[PROBLEM DESCRIPTION] Find every line below with the string "Serialize" and pick it out.

[Collected data entries]
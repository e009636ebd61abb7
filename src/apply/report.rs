//! What one `apply` run measured.

use crate::audio::metrics::ChannelLevels;
use serde::Serialize;
use std::fmt::Write;

/// The measured rejection at a band-reject design's stop frequency.
#[derive(Debug, Clone, Copy, PartialEq, Serialize)]
pub struct Rejection {
    /// Stop frequency, Hz.
    pub hz: f64,
    /// Predicted by the realized coefficients, dB (None: an exact zero).
    pub predicted_db: Option<f64>,
    /// Input tone level minus output tone level (Goertzel, channel 1), dB.
    pub measured_db: f64,
}

/// Everything one file's run measured.
#[derive(Debug, Clone, Serialize)]
pub struct FileReport {
    /// Input file.
    pub input: String,
    /// Output file.
    pub output: String,
    /// The file's sample rate, Hz.
    pub file_rate: u32,
    /// The rate the design was discretized at, Hz.
    pub design_rate: f64,
    /// Number format and structure the output was computed in.
    pub target: String,
    /// Frames processed.
    pub frames: u64,
    /// Per channel, the input's levels.
    pub input_levels: Vec<ChannelLevels>,
    /// Per channel, the output's levels (before narrowing to the output word).
    pub output_levels: Vec<ChannelLevels>,
    /// Samples clipped when writing the output.
    pub clipped: u64,
    /// Internal overflow events of the fixed-point kernel.
    pub overflows: u64,
    /// SNR of the output against the f64 run (when compared), dB.
    pub snr_vs_float_db: Option<f64>,
    /// Rejection at the stop frequency of band-reject designs.
    pub rejection: Option<Rejection>,
    /// Wall-clock seconds.
    pub seconds: f64,
    /// Audio duration over wall-clock time.
    pub realtime_factor: f64,
    /// Doubtful findings.
    pub warnings: Vec<String>,
}

impl FileReport {
    /// The report as text.
    pub fn to_text(&self) -> String {
        let mut t = String::new();
        let _ = writeln!(t, "{} -> {}", self.input, self.output);
        let _ = writeln!(
            t,
            "  {} frames at {} Hz, design at {} Hz, {}",
            self.frames, self.file_rate, self.design_rate, self.target
        );
        for (i, (a, b)) in self.input_levels.iter().zip(&self.output_levels).enumerate() {
            let _ = writeln!(
                t,
                "  channel {}: in peak {:.2} dBFS rms {:.2} dBFS; out peak {:.2} dBFS rms {:.2} dBFS",
                i + 1,
                a.peak_dbfs,
                a.rms_dbfs,
                b.peak_dbfs,
                b.rms_dbfs
            );
        }
        let _ = writeln!(
            t,
            "  clipped samples: {}, internal overflows: {}",
            self.clipped, self.overflows
        );
        if let Some(snr) = self.snr_vs_float_db {
            let _ = writeln!(t, "  output vs f64: SNR {snr:.1} dB");
        }
        if let Some(r) = &self.rejection {
            let predicted = match r.predicted_db {
                Some(p) => format!("{p:.1} dB"),
                None => "unbounded (exact zero)".into(),
            };
            let _ = writeln!(
                t,
                "  rejection at {:.2} Hz: measured {:.1} dB, predicted {predicted}",
                r.hz, r.measured_db
            );
        }
        // Three significant digits down to 1x: a short file runs in a blink.
        let digits = if self.realtime_factor >= 100.0 {
            0
        } else if self.realtime_factor >= 10.0 {
            1
        } else {
            2
        };
        let _ =
            writeln!(t, "  {:.2} s, {:.digits$}x real time", self.seconds, self.realtime_factor);
        for w in &self.warnings {
            let _ = writeln!(t, "  warning: {w}");
        }
        t
    }
}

[THE ANSWER]
use serde::Serialize;
#[derive(Debug, Clone, Copy, PartialEq, Serialize)]
#[derive(Debug, Clone, Serialize)]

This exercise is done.